This is mostly uninteresting. Every NxN pixel block gets an array of u16 primitive indices to shade. This makes the maximum number of primitives per render pass 64k, but that’s enough for PS2 games. Most games I’ve seen so far tend to be between 10k and 30k primitives for the “main” render pass, but I haven’t tested the real juggernauts of primitive grunt yet, but even so, having to do a little bit of incremental rendering isn’t a big deal.

NxN is usually 32×32, but it can be dynamically changed depending on how heavy the geometry load is. For large resolutions and high primitive counts, the binning and memory cost is unacceptable if the resolution is just 16×16 for example. One subgroup is responsible for iterating through all primitives in a block.

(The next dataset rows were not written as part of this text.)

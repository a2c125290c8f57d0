// Turn the batch command's settings flags (raw strings) into a partial AnalysisSettings, validating each one.
import type { AnalysisSettings, ChannelRef } from '../settings';
import { BatchOptionError } from './option-error';

/** Raw flag values as typed on the command line (undefined = not given). */
export interface SettingsFlags {
  readonly gradientChannel?: string;
  readonly boundaryChannel?: readonly string[];
  readonly pixelSize?: string;
  readonly projection?: string;
  readonly profile?: string;
  readonly fitRange?: string;
  readonly anterior?: string;
}

/** Settings the flags (or a config file) may override; nested groups are partial too. */
export type SettingsOverrides = Partial<Omit<AnalysisSettings, 'profile' | 'background'>> & {
  readonly profile?: Partial<AnalysisSettings['profile']>;
  readonly background?: Partial<AnalysisSettings['background']>;
};

const NUMBER = /^[+-]?(\d+\.?\d*|\.\d+)([eE][+-]?\d+)?$/;

/** A channel given as a 1-based number or a name. */
export function parseChannelRef(text: string, flag: string): ChannelRef {
  const t = text.trim();
  if (t === '') throw new BatchOptionError(`${flag} must be a channel number (1-based) or a channel name (got "${text}")`);
  if (/^\d+$/.test(t)) {
    const n = Number(t);
    if (n < 1) throw new BatchOptionError(`${flag} must be a channel number (1-based) or a channel name (got "${text}")`);
    return n;
  }
  return t;
}

/** `--fit-range A,B`: two numbers with 0 ≤ A < B ≤ 1 (x/EL). */
export function parseFitRange(text: string): [number, number] {
  const parts = text.split(',').map((s) => s.trim());
  const ok = parts.length === 2 && parts.every((p) => NUMBER.test(p));
  const [a, b] = parts.map(Number);
  if (!ok || !(a >= 0 && a < b && b <= 1)) {
    throw new BatchOptionError(`--fit-range must be two numbers 0 ≤ a < b ≤ 1 written as a,b (got "${text}")`);
  }
  return [a, b];
}

/** `--pixel-size UM`: a positive number of µm per pixel. */
export function parsePixelSize(text: string): number {
  const v = Number(text.trim());
  if (!NUMBER.test(text.trim()) || !(v > 0) || !Number.isFinite(v)) {
    throw new BatchOptionError(`--pixel-size must be a positive number of µm per pixel (got "${text}")`);
  }
  return v;
}

/** `--projection max|mean|sum|slice[:Z]` → projection and slice index (0-based; null = automatic). */
export function parseProjection(text: string): Pick<AnalysisSettings, 'projection' | 'sliceIndex'> {
  const t = text.trim();
  if (t === 'max' || t === 'mean' || t === 'sum' || t === 'slice') return { projection: t, sliceIndex: null };
  const m = /^slice:(\d+)$/.exec(t);
  if (m) return { projection: 'slice', sliceIndex: Number(m[1]) };
  throw new BatchOptionError(`--projection must be max, mean, sum, slice or slice:Z with Z a 0-based slice number (got "${text}")`);
}

function oneOf<T extends string>(text: string, allowed: readonly T[], flag: string): T {
  const t = text.trim() as T;
  if (allowed.includes(t)) return t;
  throw new BatchOptionError(`${flag} must be ${allowed.slice(0, -1).join(', ')} or ${allowed[allowed.length - 1]} (got "${text}")`);
}

/** Validate every settings flag that was given and return the overrides (flags not given are absent). */
export function parseSettingsFlags(flags: SettingsFlags): SettingsOverrides {
  const out: Record<string, unknown> = {};
  if (flags.gradientChannel !== undefined) out.gradientChannel = parseChannelRef(flags.gradientChannel, '--gradient-channel');
  if (flags.boundaryChannel !== undefined && flags.boundaryChannel.length > 0) {
    out.boundaryChannels = flags.boundaryChannel.map((c) => parseChannelRef(c, '--boundary-channel'));
  }
  if (flags.pixelSize !== undefined) out.pixelSizeUm = parsePixelSize(flags.pixelSize);
  if (flags.projection !== undefined) Object.assign(out, parseProjection(flags.projection));
  if (flags.profile !== undefined) out.profile = { mode: oneOf(flags.profile, ['edge', 'axis'] as const, '--profile') };
  if (flags.fitRange !== undefined) out.fitRangeEl = parseFitRange(flags.fitRange);
  if (flags.anterior !== undefined) out.anterior = oneOf(flags.anterior, ['auto', 'high', 'low'] as const, '--anterior');
  return out as SettingsOverrides;
}
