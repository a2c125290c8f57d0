import { describe, expect, it } from 'vitest';
import type { ApAxis } from '../model';
import { axisFrame, pointOnAxis, projectPointOntoAxis } from './axis-math';
import { principalAxis } from './principal-axis';
import { cellSegments, maskContours, maskOutline, type Segment } from './outline';
import { createRng } from '../stats';
import { polesFromOutline } from './poles';
import { straightenPlane } from './straighten';
import { chooseAnterior } from './orientation';

const mask = (width: number, rows: string[]) => ({
  width, height: rows.length, data: Uint8Array.from(rows.join('').split(''), (c) => (c === '#' ? 1 : 0)),
});
const axis = (ax: number, ay: number, px: number, py: number): ApAxis => ({ anterior: { x: ax, y: ay }, posterior: { x: px, y: py }, source: 'hand' });

describe('projectPointOntoAxis', () => {
  it('gives x/EL, µm and the signed off-axis distance (left of A→P positive, y down)', () => {
    // Source: hand computation; heading +x, "left" is up (smaller y).
    const p = projectPointOntoAxis({ x: 15, y: 7 }, axis(10, 10, 20, 10), 2);
    expect(p).toEqual({ xEl: 0.5, xPx: 5, xUm: 10, offAxisPx: 3, offAxisUm: 6 });
    const q = projectPointOntoAxis({ x: 13, y: 14 }, axis(10, 10, 10, 20), null);
    expect([q.xEl, q.xPx, q.offAxisPx]).toEqual([0.4, 4, 3]); // heading +y (down): left is +x
    expect(Number.isNaN(q.xUm)).toBe(true);
  });

  it('round-trips with pointOnAxis and rejects a zero-length axis', () => {
    const a = axis(3, 4, 30, 40);
    const pt = pointOnAxis(a, 0.3, -5);
    const back = projectPointOntoAxis(pt, a, 1);
    expect(back.xEl).toBeCloseTo(0.3, 12);
    expect(back.offAxisPx).toBeCloseTo(-5, 12);
    expect(() => axisFrame(axis(1, 1, 1, 1))).toThrow('the AP axis has zero length (anterior and posterior are the same point)');
  });
});

describe('principalAxis', () => {
  it('finds centroid, direction and spreads of a bar', () => {
    // Source: hand computation; x = 1..7 → mean 4, variance 28/7 = 4.
    const pa = principalAxis(mask(9, ['.........', '.#######.', '.........']));
    expect(pa.centroid).toEqual({ x: 4, y: 1 });
    expect(Math.abs(pa.ux)).toBeCloseTo(1, 12);
    expect(pa.majorSdPx).toBeCloseTo(2, 12);
    expect(pa.minorSdPx).toBeCloseTo(0, 12);
  });

  it('finds a diagonal direction', () => {
    const pa = principalAxis(mask(4, ['#...', '.#..', '..#.', '...#']));
    expect(Math.abs(pa.ux * pa.uy)).toBeCloseTo(0.5, 12);
    expect(pa.ux * pa.uy).toBeGreaterThan(0);
    expect(() => principalAxis(mask(2, ['..']))).toThrow('the mask is empty');
  });
});

describe('outline and poles', () => {
  it('outlines one pixel with a diamond through the mid-points to its neighbours', () => {
    // Source: marching squares at level 0.5 (from memory): vertices half-way between inside and outside centres.
    const [c] = maskContours(mask(3, ['...', '.#.', '...']));
    const key = (p: { x: number; y: number }) => `${p.x},${p.y}`;
    expect(c.map(key).sort()).toEqual(['0.5,1', '1,0.5', '1,1.5', '1.5,1'].sort());
  });

  it('gives a ring two contours and picks the outer one as outline', () => {
    const ring = mask(5, ['.....', '.###.', '.#.#.', '.###.', '.....']);
    const contours = maskContours(ring);
    expect(contours).toHaveLength(2);
    expect(maskOutline(ring).length).toBe(Math.max(...contours.map((c) => c.length)));
  });

  it('measures length and width of a block as its pixel counts', () => {
    // Source: hand computation; a 7×3 block spans x 0.5..7.5 and y 0.5..3.5 at the half level.
    const m = mask(9, ['.........', '.#######.', '.#######.', '.#######.', '.........']);
    const ext = polesFromOutline(maskOutline(m), principalAxis(m));
    expect(ext.lengthPx).toBeCloseTo(7, 12);
    expect(ext.widthPx).toBeCloseTo(3, 12);
    const xs = [ext.first.x, ext.second.x].sort((a, b) => a - b);
    expect(xs[0]).toBeCloseTo(0.5, 12);
    expect(xs[1]).toBeCloseTo(7.5, 12);
    expect(ext.first.y).toBeCloseTo(2, 12);
  });
});

describe('straightenPlane', () => {
  it('resamples along the axis, anterior left, left side of A→P on top', () => {
    // Demo data: a plane whose value is 10·x + y, so samples reveal their position exactly.
    const w = 8;
    const h = 6;
    const plane = { width: w, height: h, data: Float32Array.from({ length: w * h }, (_, i) => 10 * (i % w) + Math.floor(i / w)) };
    const s = straightenPlane(plane, axis(1, 2, 5, 2), 1, 5);
    expect([s.width, s.height]).toEqual([5, 3]);
    expect(Array.from(s.data)).toEqual([11, 21, 31, 41, 51, 12, 22, 32, 42, 52, 13, 23, 33, 43, 53]);
    expect(() => straightenPlane(plane, axis(1, 2, 5, 2), 1, 1)).toThrow('samplesAlong must be an integer ≥ 2, got 1');
  });
});

describe('chooseAnterior', () => {
  it('puts anterior at the high end, the low end when asked, and warns when ambiguous', () => {
    expect(chooseAnterior({ first: 10, second: 100 }, 'auto')).toEqual({ firstIsAnterior: false, warning: null });
    expect(chooseAnterior({ first: 10, second: 100 }, 'low').firstIsAnterior).toBe(true);
    expect(chooseAnterior({ first: 100, second: 95 }, 'auto').warning).toMatch(/^anterior end is ambiguous/);
    expect(chooseAnterior({ first: 100, second: 95 }, 'high').warning).toBeNull();
  });
});

describe('maskContours against the cell-by-cell reference', () => {
  /** Reference: every cell's segments from cellSegments at its own position, linked as maskContours links them. */
  function refContours(m: { width: number; height: number; data: Uint8Array }): { x: number; y: number }[][] {
    const segs: Segment[] = [];
    const at = (x: number, y: number): boolean => x >= 0 && y >= 0 && x < m.width && y < m.height && m.data[y * m.width + x] !== 0;
    for (let y = -1; y < m.height; y++) for (let x = -1; x < m.width; x++) cellSegments([at(x, y), at(x + 1, y), at(x + 1, y + 1), at(x, y + 1)], x, y, segs);
    const key = (px: number, py: number): string => `${px},${py}`;
    const byStart = new Map(segs.map((s, i) => [key(s.sx, s.sy), i]));
    const used = new Uint8Array(segs.length);
    const out: { x: number; y: number }[][] = [];
    for (let i = 0; i < segs.length; i++) {
      if (used[i]) continue;
      const c: { x: number; y: number }[] = [];
      for (let j: number | undefined = i; j !== undefined && !used[j]; j = byStart.get(key(segs[j].ex, segs[j].ey))) { used[j] = 1; c.push({ x: segs[j].sx, y: segs[j].sy }); }
      out.push(c);
    }
    return out;
  }

  it('gives the same contours, vertex for vertex and in the same order (random masks with saddles and holes; demo data)', () => {
    // Source: cellSegments evaluated cell by cell (the marching-squares definition above), on seeded random masks.
    const rng = createRng(44);
    for (let trial = 0; trial < 40; trial++) {
      const width = 1 + Math.floor(rng.uniform() * 30);
      const height = 1 + Math.floor(rng.uniform() * 30);
      const p = 0.2 + 0.6 * rng.uniform();
      const m = { width, height, data: Uint8Array.from({ length: width * height }, () => +(rng.uniform() < p)) };
      expect(maskContours(m)).toEqual(refContours(m));
    }
  });
});
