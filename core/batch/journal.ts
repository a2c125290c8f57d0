// The batch journal: `journal.jsonl` in the output folder, one JSON object per line, appended while a batch runs,
// so a killed run loses at most the files that were being analysed and `--resume` can reuse the rest.
//
// Format (version 1), UTF-8, lines separated by "\n":
//   {"type":"run","schema":"eggline-journal","version":1,"runId":…,"startedAt":…,"eggline":…,"resumed":bool}
//       written when a run starts (a resumed run appends one more; the first line is always a run line)
//   {"type":"file","file":…,"sha256":…,"bytes":…,"settingsKey":…,"result":{…}}
//       one per finished file: its path relative to the input folder, the SHA-256 (hex) and size of the bytes that
//       were analysed, the key of the settings it was analysed with (settingsKeyText, hashed with SHA-256), and its
//       EmbryoResult in the form results.json uses (typed arrays as arrays, NaN as null)
// A line that does not parse (the last one, cut by a kill) is skipped; for a file listed twice the later line wins.
import type { EmbryoResult, HandEdits } from '../model';
import type { AnalysisSettings } from '../settings';
import { tidyMessages } from './messages';
import { jsonWithArrays, reviveResult } from './results-json';

/** File name of the journal inside the output folder. */
export const JOURNAL_FILE_NAME = 'journal.jsonl';
export const JOURNAL_SCHEMA = 'eggline-journal';
export const JOURNAL_VERSION = 1;

/** The line that opens a run. */
export interface JournalRunLine {
  readonly type: 'run';
  readonly schema: typeof JOURNAL_SCHEMA;
  readonly version: typeof JOURNAL_VERSION;
  readonly runId: string;
  /** ISO 8601 UTC. */
  readonly startedAt: string;
  readonly eggline: string;
  readonly resumed: boolean;
}

/** One finished file. */
export interface JournalEntry {
  readonly file: string;
  readonly sha256: string;
  readonly bytes: number;
  readonly settingsKey: string;
  readonly result: EmbryoResult;
}

/** What a journal holds: its run lines, the latest entry per file, and how many lines were skipped as unreadable. */
export interface ParsedJournal {
  readonly runs: readonly JournalRunLine[];
  readonly entries: ReadonlyMap<string, JournalEntry>;
  readonly skippedLines: number;
}

/** The run line's text (with its newline). */
export function journalRunLine(runId: string, startedAt: string, eggline: string, resumed: boolean): string {
  const line: JournalRunLine = { type: 'run', schema: JOURNAL_SCHEMA, version: JOURNAL_VERSION, runId, startedAt, eggline, resumed };
  return `${JSON.stringify(line)}\n`;
}

/** One file line's text (with its newline); never contains a line break inside. */
export function journalFileLine(entry: JournalEntry): string {
  return `${jsonWithArrays({ type: 'file', ...entry })}\n`;
}

/** The result with tidy messages, as it reads back from the journal (and from results.json): what every table is
 *  built from, so a reused result and a fresh one give the same bytes. */
export function normalizeResult(result: EmbryoResult): EmbryoResult {
  return reviveResult(JSON.parse(jsonWithArrays(tidyMessages(result))), `result of ${result.file}`);
}

function parseFileLine(raw: Record<string, unknown>, lineNo: number): JournalEntry | null {
  const { file, sha256, bytes, settingsKey, result } = raw;
  if (typeof file !== 'string' || typeof sha256 !== 'string' || typeof bytes !== 'number' || typeof settingsKey !== 'string') return null;
  try {
    return { file, sha256, bytes, settingsKey, result: reviveResult(result, `journal line ${lineNo}`) };
  } catch {
    return null;
  }
}

/** Parse journal text; never throws (unreadable lines are counted in skippedLines). */
export function parseJournal(text: string): ParsedJournal {
  const runs: JournalRunLine[] = [];
  const entries = new Map<string, JournalEntry>();
  let skippedLines = 0;
  const lines = text.split('\n');
  lines.forEach((line, i) => {
    if (line.trim() === '') return;
    let raw: unknown;
    try { raw = JSON.parse(line); } catch { skippedLines += 1; return; }
    const rec = raw as Record<string, unknown>;
    if (typeof raw !== 'object' || raw === null) { skippedLines += 1; return; }
    if (rec.type === 'run' && rec.schema === JOURNAL_SCHEMA && rec.version === JOURNAL_VERSION) { runs.push(rec as unknown as JournalRunLine); return; }
    const entry = rec.type === 'file' ? parseFileLine(rec, i + 1) : null;
    if (entry) entries.set(entry.file, entry); else skippedLines += 1;
  });
  return { runs, entries, skippedLines };
}

/** Sorts object keys at every level, so equal settings always give the same text. */
function canonical(value: unknown): unknown {
  if (Array.isArray(value)) return value.map(canonical);
  if (value === null || typeof value !== 'object') return value;
  const obj = value as Record<string, unknown>;
  return Object.fromEntries(Object.keys(obj).sort().map((k) => [k, canonical(obj[k])]));
}

/** The text whose SHA-256 is a file's settings key: its effective settings, hand edits and Eggline's version. A
 *  journal entry is reused only when this matches, since any of the three can change the result. */
export function settingsKeyText(settings: AnalysisSettings, handEdits: HandEdits | null, eggline: string): string {
  return JSON.stringify(canonical({ eggline, handEdits, settings }));
}
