import { describe, expect, it } from 'vitest';
import { DEFAULT_SETTINGS, parseProjectText, settingsInForce } from '../settings';
import { editsForFile, toHandEdits } from './project-edits';
import { isStackFileName, sortStackPaths } from './stack-files';

// Source: demo data; messages are this project's pinned wording.
const doc = {
  schema: 'eggline-project', version: 1, folder: '/data/run', settings: DEFAULT_SETTINGS,
  files: {
    'sub/E02.ome.tif': { axis: { anterior: { x: 1, y: 2 }, posterior: { x: 90, y: 3 }, source: 'auto' }, landmarks: [], fitRangeEl: [0.2, 0.5] },
    'E01.ome.tif': { axis: null, landmarks: [{ name: 'furrow', point: { x: 30, y: 4 } }], fitRangeEl: null },
  },
};

describe('project edits', () => {
  it('parses a project and finds edits by relative path (either slash)', () => {
    const p = parseProjectText(JSON.stringify(doc), 'p.json');
    expect(editsForFile(p, 'sub\\E02.ome.tif')?.fitRangeEl).toEqual([0.2, 0.5]);
    expect(editsForFile(p, 'missing.tif')).toBeNull();
    expect(editsForFile(null, 'E01.ome.tif')).toBeNull();
  });
  it('turns edits into hand edits (axis marked hand) and a per-file fit range', () => {
    const p = parseProjectText(JSON.stringify(doc), 'p.json');
    const e2 = editsForFile(p, 'sub/E02.ome.tif');
    expect(toHandEdits(e2)?.axis?.source).toBe('hand');
    expect(settingsInForce(DEFAULT_SETTINGS, e2).fitRangeEl).toEqual([0.2, 0.5]);
    const e1 = editsForFile(p, 'E01.ome.tif');
    expect(toHandEdits(e1)).toEqual({ axis: null, landmarks: [{ name: 'furrow', point: { x: 30, y: 4 } }] });
    expect(settingsInForce(DEFAULT_SETTINGS, e1)).toBe(DEFAULT_SETTINGS);
    expect(toHandEdits({ axis: null, landmarks: [], fitRangeEl: null })).toBeNull();
  });
  it('gives the edits in force at a time point: the time point\'s own over the file\'s (project version 2)', () => {
    const v2 = { ...doc, version: 2, files: { 'm.tif': { ...doc.files['E01.ome.tif'], timePoints: { 4: { fitRangeEl: [0.15, 0.45] } } } } };
    const p = parseProjectText(JSON.stringify(v2), 'p.json');
    expect(editsForFile(p, 'm.tif')?.fitRangeEl).toBeNull();
    expect(editsForFile(p, 'm.tif', undefined, 4)).toEqual({ ...doc.files['E01.ome.tif'], fitRangeEl: [0.15, 0.45] });
    expect(settingsInForce(DEFAULT_SETTINGS, editsForFile(p, 'm.tif', undefined, 4)).fitRangeEl).toEqual([0.15, 0.45]);
    expect(toHandEdits(editsForFile(p, 'm.tif', undefined, 4))?.landmarks).toHaveLength(1);
  });
  it('applies a per-file dorsal side to the profile settings, and checks it', () => {
    const flipped = { ...doc, files: { 'F.tif': { axis: null, landmarks: [], fitRangeEl: null, dorsalSide: 'right' } } };
    const e = editsForFile(parseProjectText(JSON.stringify(flipped), 'p.json'), 'F.tif');
    expect(e?.dorsalSide).toBe('right');
    const s = settingsInForce(DEFAULT_SETTINGS, e);
    expect(s.profile.dorsalSide).toBe('right');
    expect(s.profile.edgeSide).toBe(DEFAULT_SETTINGS.profile.edgeSide);
    expect(DEFAULT_SETTINGS.profile.dorsalSide).toBe('left');
    const bad = { ...doc, files: { 'F.tif': { axis: null, landmarks: [], fitRangeEl: null, dorsalSide: 'up' } } };
    expect(() => parseProjectText(JSON.stringify(bad), 'p.json')).toThrow('p.json: files["F.tif"].dorsalSide must be \'left\' or \'right\'');
  });
  it('pins the messages for bad project files', () => {
    expect(() => parseProjectText('{"schema":"other"}', 'p.json')).toThrow('p.json: schema must be \'eggline-project\' (found "other"); this is not an Eggline project');
    expect(() => parseProjectText('{"schema":"eggline-project","version":9,"files":{}}', 'p.json')).toThrow('p.json: version is 9, newer than this Eggline reads (2); update Eggline to open it');
    const badRange = { ...doc, files: { 'a.tif': { axis: null, landmarks: [], fitRangeEl: [0.9, 0.1] } } };
    expect(() => parseProjectText(JSON.stringify(badRange), 'p.json'))
      .toThrow('p.json: files["a.tif"].fitRangeEl must be two numbers [a, b] with 0 ≤ a < b ≤ 1');
  });
});

describe('stack file names', () => {
  it('accepts the TIFF family and skips others and hidden files', () => {
    // Source: OME-TIFF specification (file extensions .ome.tif/.ome.tiff/.ome.btf/.ome.tf8/.ome.tf2)
    for (const n of ['a.tif', 'b.TIFF', 'c.ome.tif', 'd.ome.tiff', 'e.btf', 'f.ome.tf8', 'g.tf2']) expect(isStackFileName(n)).toBe(true);
    for (const n of ['a.png', 'notes.txt', '._a.tif', 'tif', 'a.tif.bak']) expect(isStackFileName(n)).toBe(false);
  });
  it('sorts by code unit, not locale', () => {
    // Source: demo data
    expect(sortStackPaths(['b.tif', 'B.tif', 'a/z.tif', 'a.tif', 'E10.tif', 'E2.tif']))
      .toEqual(['B.tif', 'E10.tif', 'E2.tif', 'a.tif', 'a/z.tif', 'b.tif']);
  });
});
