// The time points a batch analyses: `all`, one index K, or a range A:B (0-based, both ends included).

/** A parsed --time value. */
export type TimeSelection =
  | { readonly kind: 'all' }
  | { readonly kind: 'one'; readonly index: number }
  | { readonly kind: 'range'; readonly first: number; readonly last: number };

/** Parses "all", "K" or "A:B" (0-based, A ≤ B); throws RangeError with a one-line message naming the flag. */
export function parseTimeSelection(text: string, flag = '--time'): TimeSelection {
  const t = text.trim();
  if (t === 'all') return { kind: 'all' };
  if (/^\d+$/.test(t)) return { kind: 'one', index: Number(t) };
  const m = /^(\d+):(\d+)$/.exec(t);
  if (m && Number(m[1]) <= Number(m[2])) return { kind: 'range', first: Number(m[1]), last: Number(m[2]) };
  throw new RangeError(`${flag} must be all, a time point K or a range A:B (0-based, A ≤ B), got "${text}"`);
}

/** The time indices of a movie with sizeT time points that a selection picks; an error message when it picks none. */
export function selectTimeIndices(selection: TimeSelection, sizeT: number): number[] | string {
  const { first, last } = selection.kind === 'all' ? { first: 0, last: sizeT - 1 }
    : selection.kind === 'one' ? { first: selection.index, last: selection.index } : selection;
  if (first >= sizeT) return `time point ${first} is outside the movie (T = ${sizeT}, time points 0 to ${sizeT - 1})`;
  return Array.from({ length: Math.min(last, sizeT - 1) - first + 1 }, (_, i) => first + i);
}
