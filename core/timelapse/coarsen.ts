// Coarser x/EL bins for the time analysis: τ(x) per narrow profile bin is noisy, so neighbouring bins are averaged.

/** Profiles on coarser bins: centres in x/EL and, per frame, the mean of the finite fine-bin values in each. */
export interface CoarseProfiles {
  readonly xEl: Float64Array;
  readonly frames: Float64Array[];
}

/**
 * Groups fine bins (centres xEl) into bins of widthEl starting at x/EL 0 and averages each frame's values in them
 * (NaN where a coarse bin holds no finite value in that frame). Bins without any fine bin are left out.
 */
export function coarsenProfiles(xEl: ArrayLike<number>, frames: readonly ArrayLike<number>[], widthEl: number): CoarseProfiles {
  if (!(widthEl > 0 && Number.isFinite(widthEl))) throw new RangeError(`coarsenProfiles: widthEl must be a positive number, got ${widthEl}`);
  const groups = new Map<number, number[]>();
  for (let i = 0; i < xEl.length; i++) {
    if (!Number.isFinite(xEl[i])) continue;
    const g = Math.floor(xEl[i] / widthEl + 1e-9);
    const list = groups.get(g) ?? [];
    list.push(i);
    groups.set(g, list);
  }
  const keys = [...groups.keys()].sort((a, b) => a - b);
  const members = keys.map((k) => groups.get(k)!);
  const centre = Float64Array.from(members, (m) => m.reduce((s, i) => s + xEl[i], 0) / m.length);
  const out = frames.map((f) => Float64Array.from(members, (m) => {
    let s = 0, n = 0;
    for (const i of m) if (Number.isFinite(f[i])) { s += f[i]; n++; }
    return n > 0 ? s / n : NaN;
  }));
  return { xEl: centre, frames: out };
}
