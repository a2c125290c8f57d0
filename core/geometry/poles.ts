// Poles and size of an embryo: extremes of its outline along and across the principal axis.
import type { ImagePoint } from '../model';
import type { PrincipalAxis } from './principal-axis';

/** Both ends of the embryo on the principal axis line, and its length and width in px. */
export interface PoleExtent {
  /** End at the smallest projection along (ux, uy). */
  readonly first: ImagePoint;
  /** End at the largest projection along (ux, uy). */
  readonly second: ImagePoint;
  readonly lengthPx: number;
  readonly widthPx: number;
}

/**
 * Poles = points on the principal axis line (through the centroid) at the outline's extreme projections along it;
 * width = extent of the outline perpendicular to the axis. Outline vertices lie on the mask's half-level edge.
 */
export function polesFromOutline(outline: readonly ImagePoint[], axis: PrincipalAxis): PoleExtent {
  if (outline.length === 0) throw new Error('the outline is empty');
  const { centroid: c, ux, uy } = axis;
  let tMin = Infinity;
  let tMax = -Infinity;
  let sMin = Infinity;
  let sMax = -Infinity;
  for (const p of outline) {
    const dx = p.x - c.x;
    const dy = p.y - c.y;
    const t = dx * ux + dy * uy;
    const s = dy * ux - dx * uy;
    if (t < tMin) tMin = t;
    if (t > tMax) tMax = t;
    if (s < sMin) sMin = s;
    if (s > sMax) sMax = s;
  }
  return {
    first: { x: c.x + tMin * ux, y: c.y + tMin * uy },
    second: { x: c.x + tMax * ux, y: c.y + tMax * uy },
    lengthPx: tMax - tMin,
    widthPx: sMax - sMin,
  };
}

Since binning and triangle is state-less, triangle-setup and binning for back-to-back passes are batched up nicely to avoid lots of silly barriers.

The ubershader

A key difference between N64 and PS2 is fill-rate and per-pixel complexity. For N64, the ideal approach is to specialize the rasterizing shader, write out per-pixel color + depth + coverage + etc, then merge that data in a much simpler ubershader that only needs to consider depth and blend state rather than full texturing state and combiner state. This is very bandwidth intensive on the GPU, but the alternative is the slowest ubershader written by man. We’re saved by the fact that N64 fill-rate is abysmal. Check out this video by Kaze to see how horrible it is.

The GS is a quite different beast. Fill-rate is very high, and per-pixel complexity is fairly low, so a pure ubershader is viable. We can also rely on bindless this time around too, so texturing complexity becomes a fraction of what I had to deal with on N64.

Fine-grained binning

Every tile is 4×4, 4×8 and 8×8 for subgroup sizes 16, 32 and 64 respectively. For super-sampling it’s even smaller (it’s 4×4 / 4×8 / 8×8 in the higher resolution domain instead).

In the outer loop, we pull in up to SubgroupSize’s worth of primitives, and bin them in parallel.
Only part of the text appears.